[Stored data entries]
* * * * * * *
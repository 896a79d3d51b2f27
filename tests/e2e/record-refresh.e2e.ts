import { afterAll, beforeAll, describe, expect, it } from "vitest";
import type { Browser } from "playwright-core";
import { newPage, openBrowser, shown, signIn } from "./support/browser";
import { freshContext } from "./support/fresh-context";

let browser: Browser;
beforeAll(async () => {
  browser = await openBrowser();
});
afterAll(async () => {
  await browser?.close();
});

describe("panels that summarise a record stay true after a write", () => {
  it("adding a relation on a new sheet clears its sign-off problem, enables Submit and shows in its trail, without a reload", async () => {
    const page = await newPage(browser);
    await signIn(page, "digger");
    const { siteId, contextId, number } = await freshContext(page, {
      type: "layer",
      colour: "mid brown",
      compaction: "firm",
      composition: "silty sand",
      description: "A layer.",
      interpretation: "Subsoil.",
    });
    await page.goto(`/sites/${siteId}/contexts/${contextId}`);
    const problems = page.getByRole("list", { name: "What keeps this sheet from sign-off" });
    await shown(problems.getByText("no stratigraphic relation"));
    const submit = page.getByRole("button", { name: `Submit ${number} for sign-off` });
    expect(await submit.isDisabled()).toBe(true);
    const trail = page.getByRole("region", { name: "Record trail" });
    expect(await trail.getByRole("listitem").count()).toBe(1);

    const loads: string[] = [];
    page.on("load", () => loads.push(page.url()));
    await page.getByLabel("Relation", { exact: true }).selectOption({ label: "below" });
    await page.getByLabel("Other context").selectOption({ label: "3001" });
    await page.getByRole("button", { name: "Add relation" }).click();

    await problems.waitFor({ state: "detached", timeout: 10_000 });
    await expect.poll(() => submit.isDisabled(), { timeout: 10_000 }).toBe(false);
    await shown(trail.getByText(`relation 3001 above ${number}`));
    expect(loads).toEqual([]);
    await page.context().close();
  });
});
* * * * * * *
Action item - The expected answer is every line above in which the word "getByRole" appears.

Answer to this problem -
    const problems = page.getByRole("list", { name: "What keeps this sheet from sign-off" });
    const submit = page.getByRole("button", { name: `Submit ${number} for sign-off` });
    const trail = page.getByRole("region", { name: "Record trail" });
    expect(await trail.getByRole("listitem").count()).toBe(1);
    await page.getByRole("button", { name: "Add relation" }).click();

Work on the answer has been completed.